→ **Exercise details**
Among the records that follow, find the line with "assessment under question." and the line with "pub fn run(subject: &Subject)". Set down those lines and all lines between them exactly, without adding anything.
Dataset extract: Begin
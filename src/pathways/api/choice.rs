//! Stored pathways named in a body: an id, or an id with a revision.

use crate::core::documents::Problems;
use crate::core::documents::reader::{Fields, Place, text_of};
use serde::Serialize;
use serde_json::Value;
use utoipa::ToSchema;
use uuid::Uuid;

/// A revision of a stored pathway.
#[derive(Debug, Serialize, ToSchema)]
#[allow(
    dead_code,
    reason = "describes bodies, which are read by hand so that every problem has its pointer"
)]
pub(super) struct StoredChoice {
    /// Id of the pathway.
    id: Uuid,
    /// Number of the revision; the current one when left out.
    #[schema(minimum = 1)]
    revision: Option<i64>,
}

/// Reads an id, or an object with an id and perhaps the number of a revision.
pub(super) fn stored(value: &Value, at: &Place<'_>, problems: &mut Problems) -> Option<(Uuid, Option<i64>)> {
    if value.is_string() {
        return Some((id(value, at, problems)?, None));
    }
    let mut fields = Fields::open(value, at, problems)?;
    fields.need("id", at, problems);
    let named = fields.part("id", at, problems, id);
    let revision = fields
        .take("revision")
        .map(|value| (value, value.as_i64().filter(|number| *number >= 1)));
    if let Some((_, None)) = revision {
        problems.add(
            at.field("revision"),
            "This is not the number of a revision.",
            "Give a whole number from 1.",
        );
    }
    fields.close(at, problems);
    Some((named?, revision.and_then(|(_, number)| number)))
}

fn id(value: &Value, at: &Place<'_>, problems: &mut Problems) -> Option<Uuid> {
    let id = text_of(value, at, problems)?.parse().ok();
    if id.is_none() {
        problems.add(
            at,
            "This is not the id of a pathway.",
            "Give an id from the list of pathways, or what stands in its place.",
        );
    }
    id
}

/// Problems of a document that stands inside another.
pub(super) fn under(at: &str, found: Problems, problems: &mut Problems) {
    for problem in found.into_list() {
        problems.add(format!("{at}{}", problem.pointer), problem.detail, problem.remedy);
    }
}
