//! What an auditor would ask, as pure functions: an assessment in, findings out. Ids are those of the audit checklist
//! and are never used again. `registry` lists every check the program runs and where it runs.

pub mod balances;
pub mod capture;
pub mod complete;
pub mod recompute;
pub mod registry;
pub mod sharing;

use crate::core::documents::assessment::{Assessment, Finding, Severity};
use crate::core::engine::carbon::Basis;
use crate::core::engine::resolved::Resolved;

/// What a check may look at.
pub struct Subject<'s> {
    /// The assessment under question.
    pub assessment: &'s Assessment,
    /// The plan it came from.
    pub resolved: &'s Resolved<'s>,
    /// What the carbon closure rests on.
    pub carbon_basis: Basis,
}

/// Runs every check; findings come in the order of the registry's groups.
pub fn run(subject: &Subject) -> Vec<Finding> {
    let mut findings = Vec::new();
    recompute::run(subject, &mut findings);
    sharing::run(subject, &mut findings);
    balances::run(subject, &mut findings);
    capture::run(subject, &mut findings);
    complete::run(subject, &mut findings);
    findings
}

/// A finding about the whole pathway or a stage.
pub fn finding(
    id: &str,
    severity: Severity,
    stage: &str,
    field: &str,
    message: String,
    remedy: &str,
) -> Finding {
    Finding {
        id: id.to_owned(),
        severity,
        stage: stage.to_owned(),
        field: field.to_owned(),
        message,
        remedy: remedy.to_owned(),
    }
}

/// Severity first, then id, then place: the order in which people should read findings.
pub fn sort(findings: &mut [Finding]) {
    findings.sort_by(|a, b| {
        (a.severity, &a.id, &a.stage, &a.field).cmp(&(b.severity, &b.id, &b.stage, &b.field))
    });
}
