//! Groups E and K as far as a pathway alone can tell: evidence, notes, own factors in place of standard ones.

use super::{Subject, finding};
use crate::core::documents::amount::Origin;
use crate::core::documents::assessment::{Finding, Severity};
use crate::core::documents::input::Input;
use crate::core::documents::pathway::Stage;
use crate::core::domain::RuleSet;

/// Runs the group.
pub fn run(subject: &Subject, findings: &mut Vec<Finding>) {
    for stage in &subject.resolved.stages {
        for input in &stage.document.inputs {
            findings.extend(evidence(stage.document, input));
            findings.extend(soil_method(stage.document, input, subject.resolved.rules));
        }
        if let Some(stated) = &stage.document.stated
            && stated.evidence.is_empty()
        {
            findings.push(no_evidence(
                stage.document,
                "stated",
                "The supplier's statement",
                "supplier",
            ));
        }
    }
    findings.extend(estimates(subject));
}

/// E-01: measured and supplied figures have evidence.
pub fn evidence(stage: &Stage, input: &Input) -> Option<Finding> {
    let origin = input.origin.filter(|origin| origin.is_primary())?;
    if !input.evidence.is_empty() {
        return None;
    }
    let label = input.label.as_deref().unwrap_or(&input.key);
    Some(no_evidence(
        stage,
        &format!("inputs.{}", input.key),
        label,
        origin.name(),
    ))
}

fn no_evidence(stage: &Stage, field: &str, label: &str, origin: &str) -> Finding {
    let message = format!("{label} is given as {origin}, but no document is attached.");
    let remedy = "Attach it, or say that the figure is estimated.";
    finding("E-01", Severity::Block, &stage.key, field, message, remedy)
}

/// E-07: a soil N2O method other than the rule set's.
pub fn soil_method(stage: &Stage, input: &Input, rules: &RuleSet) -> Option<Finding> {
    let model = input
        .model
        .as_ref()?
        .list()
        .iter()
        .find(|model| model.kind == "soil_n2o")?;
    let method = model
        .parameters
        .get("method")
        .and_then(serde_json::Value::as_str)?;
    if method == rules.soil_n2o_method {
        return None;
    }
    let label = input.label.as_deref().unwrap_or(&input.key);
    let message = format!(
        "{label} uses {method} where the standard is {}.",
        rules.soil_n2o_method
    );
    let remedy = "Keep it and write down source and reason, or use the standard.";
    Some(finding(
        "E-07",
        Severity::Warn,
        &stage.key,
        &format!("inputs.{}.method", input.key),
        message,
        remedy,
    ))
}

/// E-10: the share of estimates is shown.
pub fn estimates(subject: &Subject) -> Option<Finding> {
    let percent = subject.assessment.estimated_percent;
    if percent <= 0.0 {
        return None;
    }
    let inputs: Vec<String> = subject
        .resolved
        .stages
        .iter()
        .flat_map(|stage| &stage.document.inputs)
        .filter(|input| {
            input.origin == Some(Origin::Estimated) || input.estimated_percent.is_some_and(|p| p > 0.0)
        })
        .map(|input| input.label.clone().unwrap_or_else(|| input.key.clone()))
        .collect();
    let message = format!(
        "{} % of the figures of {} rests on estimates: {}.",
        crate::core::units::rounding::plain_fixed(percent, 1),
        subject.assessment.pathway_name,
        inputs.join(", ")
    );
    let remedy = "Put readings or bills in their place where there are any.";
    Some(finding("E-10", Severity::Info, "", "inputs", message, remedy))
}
Dataset extract: End
Dataset extract: Begin
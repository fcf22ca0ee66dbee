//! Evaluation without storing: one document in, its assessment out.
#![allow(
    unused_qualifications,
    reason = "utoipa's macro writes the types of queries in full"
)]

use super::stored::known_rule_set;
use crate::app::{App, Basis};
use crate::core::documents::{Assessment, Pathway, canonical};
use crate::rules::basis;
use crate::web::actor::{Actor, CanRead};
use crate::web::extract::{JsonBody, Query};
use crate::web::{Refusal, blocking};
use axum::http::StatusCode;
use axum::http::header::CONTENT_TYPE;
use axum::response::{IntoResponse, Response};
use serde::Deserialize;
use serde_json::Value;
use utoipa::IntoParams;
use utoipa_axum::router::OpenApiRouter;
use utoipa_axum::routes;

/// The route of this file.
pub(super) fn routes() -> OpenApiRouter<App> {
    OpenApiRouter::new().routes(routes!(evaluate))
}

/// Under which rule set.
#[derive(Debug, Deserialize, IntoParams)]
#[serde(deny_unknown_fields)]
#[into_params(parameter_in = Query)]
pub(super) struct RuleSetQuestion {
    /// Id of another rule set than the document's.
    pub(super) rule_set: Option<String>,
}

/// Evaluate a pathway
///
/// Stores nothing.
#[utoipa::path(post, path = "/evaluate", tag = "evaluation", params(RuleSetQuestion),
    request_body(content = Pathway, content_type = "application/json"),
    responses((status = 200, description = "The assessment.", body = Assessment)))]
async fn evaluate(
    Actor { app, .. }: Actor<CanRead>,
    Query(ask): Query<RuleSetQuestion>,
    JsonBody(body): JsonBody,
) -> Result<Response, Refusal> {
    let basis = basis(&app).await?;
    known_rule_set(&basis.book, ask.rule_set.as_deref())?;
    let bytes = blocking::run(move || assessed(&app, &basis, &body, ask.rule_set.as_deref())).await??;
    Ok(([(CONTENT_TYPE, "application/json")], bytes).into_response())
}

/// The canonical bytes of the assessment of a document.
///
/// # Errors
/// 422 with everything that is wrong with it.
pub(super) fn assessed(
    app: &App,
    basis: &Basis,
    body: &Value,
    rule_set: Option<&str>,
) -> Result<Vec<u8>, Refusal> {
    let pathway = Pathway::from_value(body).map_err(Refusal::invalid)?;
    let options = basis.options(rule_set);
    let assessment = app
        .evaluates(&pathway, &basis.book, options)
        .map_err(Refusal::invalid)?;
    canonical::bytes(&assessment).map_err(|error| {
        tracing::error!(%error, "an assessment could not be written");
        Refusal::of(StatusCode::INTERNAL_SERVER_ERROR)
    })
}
Dataset extract: End
→ **Solution to this problem**
    /// The assessment under question.
    pub assessment: &'s Assessment,
    /// The plan it came from.
    pub resolved: &'s Resolved<'s>,
    /// What the carbon closure rests on.
    pub carbon_basis: Basis,
}

/// Runs every check; findings come in the order of the registry's groups.
pub fn run(subject: &Subject) -> Vec<Finding> {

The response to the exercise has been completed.